First, lets consider the challenge we are presented with so we could understand it better:

enter image description here

If the player is moving and rotating in constant speeds while trying to reach a goal that is on its right or left side, it will move in circles forever, never facing it's goal. The two areas that the player will circle are marked in red above.

The circular area marked in red can be computed like this:

radius = movementSpeed / rotationSpeedInRadians;
circlesCenterX = unitX + cos(unitAngle + / - PI) * radius;
circlesCenterY = unitY + sin(unitAngle + / - PI) * radius;

This results in the red circles' position and radius. We can use this to determine if a certain goal is outside the reach of the AI controlled unit if it continues to turn towards the goal's direction.

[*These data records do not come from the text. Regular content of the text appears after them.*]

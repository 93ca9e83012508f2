/**
 * Benchmark of the design sweep's search set-up on the demo embankment (docs/engine.md §9): the
 * default sweep (2:1 to 4:1 by 0.25, three cases, 12 × 12 centres × 8 tangent levels) run on one
 * core as the browser workers run it. Prints figures only: wall time, circles rejected for
 * entering impenetrable material, grid moves toward an edge minimum, points left unsettled.
 */
import { DEFAULT_PARAMS } from "../lib/design/parameters";
import { DEFAULT_SWEEP, planSweep } from "../lib/design/sweep-plan";
import { runSweepJob, searchJob } from "../lib/design/run-job";
import { readSweep } from "../lib/design/pick-ratio";
import { DEMO_MATERIALS } from "../db/seeds/demo-section";

const jobs = planSweep(DEFAULT_PARAMS, DEFAULT_SWEEP);
const t0 = performance.now();
const points = jobs.map((j) => runSweepJob(DEFAULT_PARAMS, DEMO_MATERIALS, j, DEFAULT_SWEEP));
const wall = (performance.now() - t0) / 1000;

let tried = 0;
let rejectedRock = 0;
for (const j of jobs) {
  const o = searchJob(DEFAULT_PARAMS, DEMO_MATERIALS, j, DEFAULT_SWEEP);
  if (!o.ok) continue;
  tried += o.search.result.circles.tried;
  rejectedRock += o.search.result.circles.rejected.impenetrable ?? 0;
}
const reading = readSweep(points, { "steady-seepage": 1.5, "drawdown-storage": 1.3, "drawdown-surcharge": 1.1 });
console.log(`jobs=${jobs.length}`);
console.log(`sweep_seconds=${wall.toFixed(2)}`);
console.log(`grid_moves=${points.reduce((n, p) => n + p.gridMoves, 0)}`);
console.log(`points_unsettled_on_grid_edge=${points.filter((p) => p.gridEdge).length}`);
console.log(`circles_tried_final_grids=${tried}`);
console.log(`circles_rejected_impenetrable=${rejectedRock}`);
console.log(
  `recommended_upstream=${reading.faces.upstream.ratio} recommended_downstream=${reading.faces.downstream.ratio}`,
);
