#!/usr/bin/env bash
# Runs every test: lint and format check, type check, unit, integration (real MariaDB, the built app over HTTP) and
# end-to-end (Debian's Chromium). Starts what they need and leaves nothing running it started:
# the tests start their own Redis (Debian's redis-server, installed here when missing) and queue workers.
set -euo pipefail
. "$(dirname "$0")/lib/common.sh"
. "$(dirname "$0")/lib/deps.sh"
cd "$ROOT"

ensure_node_modules
ensure_chromium_installed
ensure_redis_installed
bash scripts/ensure-env.sh

db_was_running=0
mariadb --no-defaults -S "$DB_SOCK" -uroot -e 'select 1' >/dev/null 2>&1 && db_was_running=1
bash scripts/db-start.sh
cleanup() { [ "$db_was_running" = 1 ] || bash scripts/db-stop.sh >/dev/null 2>&1 || true; }
trap cleanup EXIT
load_env

log "lint and format check"
npm run --silent lint || die "lint failed: run npm run lint and fix what it reports"
npm run --silent format:check || die "format check failed: run npm run format"

log "type check"
npx tsc --noEmit -p . || die "type check failed"

log "unit, integration and end-to-end tests"
NEXT_TELEMETRY_DISABLED=1 npx vitest run "$@"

To find out if a certain item is within one of the circles, we simply calculate the distance from the circles's center:

if ((circleX - goalX)^2 + (circleY - goalY)^2 < radius^2) //goal is within red circle

There are two possible solutions for this:

1.

Build up some distance until the goal is outside the circular red area and then turn around in a u-turn like fashion. This is simple, let the unit keep moving until the check returns that the goal is not within this circle. Then you can turn around.

enter image description here

The other option require a bit more work to compute:

We draw an imaginary line between the AI unit and the goal. Using the angle between them:

angle = Math.atan2(goalY - unitY, goalX - unitX);

Now you need to do the following in order to compute the correct speed:

correctSpeed = rotationSpeedInRadians * (distance / 2) / cos(angle);

enter image description here

In order to get it working in the 3d case:

Find the plane on which the following three points reside:

  1. The goal point.
  2. The position of the AI unit in the previous frame.
  3. The current position of the AI unit.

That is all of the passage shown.